WHAT IS EXPECTED - Go through the listing and write out each line exactly.

(Beginning of DATA TO PROCESS)

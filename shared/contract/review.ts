import * as z from 'zod/mini';
import { answeredItem, checkListAnswer, MAX_CHECK_LIST_ITEMS } from './check-list.ts';
import { id, personRef, timestamp } from './common.ts';
import { decisionKind } from './decision-kind.ts';
import { flowNetDocument, sheetPoint } from './document.ts';
import { sheetDto } from './drawings.ts';
import { MAX_FIGURE, MAX_NOTE_LENGTH } from './limits.ts';
import { setOutReading } from './reading.ts';

/**
 * What a reviewer does on a revision before deciding: reads points on the net alone, ticks figures, answers the check
 * list. What is sealed is a record of the revision, insert-only and chained; ticks and answers are kept as a draft
 * until the decision freezes them.
 */

/** Points of one blind reading: a schedule has some dozens. */
export const MAX_BLIND_POINTS = 500;
/** Ticks that one change may set or take away: "tick all" of a long schedule with its profiles. */
export const MAX_TICKS = 5000;

const remark = z.string().check(z.trim(), z.maxLength(MAX_NOTE_LENGTH));

/** A reviewer's ticks and answers while checking, as the server keeps them. */
export const checkDraftDto = z.object({ ticks: z.array(z.string()), answers: z.array(checkListAnswer) });
export type CheckDraft = z.infer<typeof checkDraftDto>;

const tickKeys = z._default(z.array(z.string().check(z.maxLength(200))).check(z.maxLength(MAX_TICKS)), []);
/** A change of the draft: only what it names is changed, so that two windows do not undo one another. */
export const checkDraftPatch = z.object({
  ticked: tickKeys,
  unticked: tickKeys,
  answers: z._default(z.array(checkListAnswer).check(z.maxLength(MAX_CHECK_LIST_ITEMS)), []),
});

/** What the decision froze of the check. `ticked`: the reviewer ticked the figure. */
export const checkedFigure = z.object({
  key: z.string(),
  /** What it is a figure of: a point, the title block, a profile. */
  of: z.string(),
  what: z.string(),
  value: z.string(),
  ticked: z.boolean(),
});
export type CheckedFigure = z.infer<typeof checkedFigure>;
export const frozenCheck = z.object({ figures: z.array(checkedFigure), checkList: z.array(answeredItem) });
export type FrozenCheck = z.infer<typeof frozenCheck>;

const figure = z.number().check(z.gte(-MAX_FIGURE), z.lte(MAX_FIGURE));
const positive = z.number().check(z.positive(), z.lte(MAX_FIGURE));

/** One point as the reviewer read it: the drops counted, or the head, one of the two. */
export const blindPointInput = z.object({
  pointId: id,
  /** Where the reviewer placed it on the sheet, base-raster pixels; null when it was typed. */
  sheetAt: z.nullable(sheetPoint),
  offset: z.nullable(figure),
  elevation: figure,
  dropsLost: z.nullable(figure),
  totalHead: z.nullable(figure),
  remark,
});
export type BlindPointInput = z.infer<typeof blindPointInput>;

export const blindReadingInput = z.object({
  /** Drops Nd of the whole net, by the reviewer's own count; null where every head was read itself. */
  drops: z.nullable(positive),
  /** Head at the outlet to which they were counted: the tailwater, or what the reviewer takes where there is none. */
  outletHead: z.nullable(figure),
  points: z.array(blindPointInput).check(z.minLength(1), z.maxLength(MAX_BLIND_POINTS)),
});

export const blindPoint = z.object({
  pointId: id,
  name: z.string(),
  sheetAt: z.nullable(sheetPoint),
  offset: z.nullable(z.number()),
  elevation: z.number(),
  dropsLost: z.nullable(z.number()),
  totalHead: z.number(),
  porePressure: z.number(),
  remark: z.string(),
});
export type BlindPoint = z.infer<typeof blindPoint>;

/** A sealed blind reading. Heads in the document's length unit, pressures in kPa or lb/ft². */
export const blindReading = z.object({
  /** When the reviewer asked to see where the engineer's points lie; null when they were placed without. */
  placesShownAt: z.nullable(timestamp),
  /** Whether the mail about the revision told the main figures, so that the reviewer may have read them there. */
  figuresMailed: z.boolean(),
  drops: z.nullable(z.number()),
  headwater: z.nullable(z.number()),
  outletHead: z.nullable(z.number()),
  gammaW: z.number(),
  points: z.array(blindPoint),
});
export type BlindReading = z.infer<typeof blindReading>;

const recordBase = {
  recordVersion: z.literal(1),
  revisionId: id,
  /** Hash of the revision's payload. */
  revisionHash: z.string(),
  number: z.number(),
  /** Hash of the record before it; of the first record the revision's own. */
  previousHash: z.string(),
  person: personRef,
  at: timestamp,
};

/** A record of a revision besides its payload, stored as canonical JSON (RFC 8785). */
export const reviewRecord = z.discriminatedUnion('kind', [
  /** The reviewer asked to see where the engineer's points lie, without their figures. */
  z.object({ ...recordBase, kind: z.literal('placesShown') }),
  /** The reviewer opened the figures without reading blind. */
  z.object({ ...recordBase, kind: z.literal('figuresOpened') }),
  z.object({ ...recordBase, kind: z.literal('blindReading'), reading: blindReading }),
  z.object({
    ...recordBase,
    kind: z.literal('decision'),
    decisionId: id,
    decision: decisionKind,
    note: z.string(),
    signedName: z.string(),
    capacity: z.string(),
    /** Null for a withdrawal, which checks nothing. */
    check: z.nullable(frozenCheck),
  }),
]);
export type ReviewRecord = z.infer<typeof reviewRecord>;
export type ReviewKind = ReviewRecord['kind'];

const recorded = { person: personRef, at: timestamp, hash: z.string() };
/** The records of a revision as its page shows them, oldest first. */
export const reviewDto = z.object({
  openings: z.array(z.object(recorded)),
  blindReadings: z.array(z.object({ ...recorded, reading: blindReading })),
  checks: z.array(
    z.object({ ...recorded, decisionId: id, decision: decisionKind, check: z.nullable(frozenCheck) }),
  ),
});
export type ReviewDto = z.infer<typeof reviewDto>;

/** What is shown to who reads blind: lines, calibration and levels, no figure of the engineer's. */
export const blindView = z.object({
  revisionId: id,
  label: z.string(),
  netId: id,
  netName: z.string(),
  dam: z.object({ id, name: z.string() }),
  drawing: z.object({ id, number: z.string(), revision: z.string() }),
  section: z.object({ name: z.string(), chainage: z.string() }),
  pageNumber: z.number(),
  sentBy: personRef,
  sentAt: timestamp,
  sheet: sheetDto,
  document: flowNetDocument,
  setOut: setOutReading,
  /** The engineer's points by name; their places only once they were asked for. */
  points: z.array(z.object({ id, name: z.string(), at: z.nullable(sheetPoint) })),
  placesShown: z.boolean(),
  levels: z.object({
    headwater: z.nullable(z.number()),
    tailwater: z.nullable(z.number()),
    gammaW: z.number(),
  }),
  /** The engineer asked for a blind reading. */
  asked: z.boolean(),
  figuresMailed: z.boolean(),
});
export type BlindView = z.infer<typeof blindView>;

/** `GET /revisions/:revisionId/blind`: whether the figures are kept back from the reader, and what is shown meanwhile. */
export const blindDto = z.object({ view: z.nullable(blindView) });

(End of DATA TO PROCESS)

YOUR RESPONSE -
filename shared/contract/review.ts
import * as z from 'zod/mini';
import { answeredItem, checkListAnswer, MAX_CHECK_LIST_ITEMS } from './check-list.ts';
import { id, personRef, timestamp } from './common.ts';
import { decisionKind } from './decision-kind.ts';
import { flowNetDocument, sheetPoint } from './document.ts';
import { sheetDto } from './drawings.ts';
import { MAX_FIGURE, MAX_NOTE_LENGTH } from './limits.ts';
import { setOutReading } from './reading.ts';

/**
 * What a reviewer does on a revision before deciding: reads points on the net alone, ticks figures, answers the check
 * list. What is sealed is a record of the revision, insert-only and chained; ticks and answers are kept as a draft
 * until the decision freezes them.
 */

/** Points of one blind reading: a schedule has some dozens. */
export const MAX_BLIND_POINTS = 500;
/** Ticks that one change may set or take away: "tick all" of a long schedule with its profiles. */
export const MAX_TICKS = 5000;

const remark = z.string().check(z.trim(), z.maxLength(MAX_NOTE_LENGTH));

/** A reviewer's ticks and answers while checking, as the server keeps them. */
export const checkDraftDto = z.object({ ticks: z.array(z.string()), answers: z.array(checkListAnswer) });
export type CheckDraft = z.infer<typeof checkDraftDto>;

const tickKeys = z._default(z.array(z.string().check(z.maxLength(200))).check(z.maxLength(MAX_TICKS)), []);
/** A change of the draft: only what it names is changed, so that two windows do not undo one another. */
export const checkDraftPatch = z.object({
  ticked: tickKeys,
  unticked: tickKeys,
  answers: z._default(z.array(checkListAnswer).check(z.maxLength(MAX_CHECK_LIST_ITEMS)), []),
});

/** What the decision froze of the check. `ticked`: the reviewer ticked the figure. */
export const checkedFigure = z.object({
  key: z.string(),
  /** What it is a figure of: a point, the title block, a profile. */
  of: z.string(),
  what: z.string(),
  value: z.string(),
  ticked: z.boolean(),
});
export type CheckedFigure = z.infer<typeof checkedFigure>;
export const frozenCheck = z.object({ figures: z.array(checkedFigure), checkList: z.array(answeredItem) });
export type FrozenCheck = z.infer<typeof frozenCheck>;

const figure = z.number().check(z.gte(-MAX_FIGURE), z.lte(MAX_FIGURE));
const positive = z.number().check(z.positive(), z.lte(MAX_FIGURE));

/** One point as the reviewer read it: the drops counted, or the head, one of the two. */
export const blindPointInput = z.object({
  pointId: id,
  /** Where the reviewer placed it on the sheet, base-raster pixels; null when it was typed. */
  sheetAt: z.nullable(sheetPoint),
  offset: z.nullable(figure),
  elevation: figure,
  dropsLost: z.nullable(figure),
  totalHead: z.nullable(figure),
  remark,
});
export type BlindPointInput = z.infer<typeof blindPointInput>;

export const blindReadingInput = z.object({
  /** Drops Nd of the whole net, by the reviewer's own count; null where every head was read itself. */
  drops: z.nullable(positive),
  /** Head at the outlet to which they were counted: the tailwater, or what the reviewer takes where there is none. */
  outletHead: z.nullable(figure),
  points: z.array(blindPointInput).check(z.minLength(1), z.maxLength(MAX_BLIND_POINTS)),
});

export const blindPoint = z.object({
  pointId: id,
  name: z.string(),
  sheetAt: z.nullable(sheetPoint),
  offset: z.nullable(z.number()),
  elevation: z.number(),
  dropsLost: z.nullable(z.number()),
  totalHead: z.number(),
  porePressure: z.number(),
  remark: z.string(),
});
export type BlindPoint = z.infer<typeof blindPoint>;

/** A sealed blind reading. Heads in the document's length unit, pressures in kPa or lb/ft². */
export const blindReading = z.object({
  /** When the reviewer asked to see where the engineer's points lie; null when they were placed without. */
  placesShownAt: z.nullable(timestamp),
  /** Whether the mail about the revision told the main figures, so that the reviewer may have read them there. */
  figuresMailed: z.boolean(),
  drops: z.nullable(z.number()),
  headwater: z.nullable(z.number()),
  outletHead: z.nullable(z.number()),
  gammaW: z.number(),
  points: z.array(blindPoint),
});
export type BlindReading = z.infer<typeof blindReading>;

const recordBase = {
  recordVersion: z.literal(1),
  revisionId: id,
  /** Hash of the revision's payload. */
  revisionHash: z.string(),
  number: z.number(),
  /** Hash of the record before it; of the first record the revision's own. */
  previousHash: z.string(),
  person: personRef,
  at: timestamp,
};

/** A record of a revision besides its payload, stored as canonical JSON (RFC 8785). */
export const reviewRecord = z.discriminatedUnion('kind', [
  /** The reviewer asked to see where the engineer's points lie, without their figures. */
  z.object({ ...recordBase, kind: z.literal('placesShown') }),
  /** The reviewer opened the figures without reading blind. */
  z.object({ ...recordBase, kind: z.literal('figuresOpened') }),
  z.object({ ...recordBase, kind: z.literal('blindReading'), reading: blindReading }),
  z.object({
    ...recordBase,
    kind: z.literal('decision'),
    decisionId: id,
    decision: decisionKind,
    note: z.string(),
    signedName: z.string(),
    capacity: z.string(),
    /** Null for a withdrawal, which checks nothing. */
    check: z.nullable(frozenCheck),
  }),
]);
export type ReviewRecord = z.infer<typeof reviewRecord>;
export type ReviewKind = ReviewRecord['kind'];

const recorded = { person: personRef, at: timestamp, hash: z.string() };
/** The records of a revision as its page shows them, oldest first. */
export const reviewDto = z.object({
  openings: z.array(z.object(recorded)),
  blindReadings: z.array(z.object({ ...recorded, reading: blindReading })),
  checks: z.array(
    z.object({ ...recorded, decisionId: id, decision: decisionKind, check: z.nullable(frozenCheck) }),
  ),
});
export type ReviewDto = z.infer<typeof reviewDto>;

/** What is shown to who reads blind: lines, calibration and levels, no figure of the engineer's. */
export const blindView = z.object({
  revisionId: id,
  label: z.string(),
  netId: id,
  netName: z.string(),
  dam: z.object({ id, name: z.string() }),
  drawing: z.object({ id, number: z.string(), revision: z.string() }),
  section: z.object({ name: z.string(), chainage: z.string() }),
  pageNumber: z.number(),
  sentBy: personRef,
  sentAt: timestamp,
  sheet: sheetDto,
  document: flowNetDocument,
  setOut: setOutReading,
  /** The engineer's points by name; their places only once they were asked for. */
  points: z.array(z.object({ id, name: z.string(), at: z.nullable(sheetPoint) })),
  placesShown: z.boolean(),
  levels: z.object({
    headwater: z.nullable(z.number()),
    tailwater: z.nullable(z.number()),
    gammaW: z.number(),
  }),
  /** The engineer asked for a blind reading. */
  asked: z.boolean(),
  figuresMailed: z.boolean(),
});
export type BlindView = z.infer<typeof blindView>;

/** `GET /revisions/:revisionId/blind`: whether the figures are kept back from the reader, and what is shown meanwhile. */
export const blindDto = z.object({ view: z.nullable(blindView) });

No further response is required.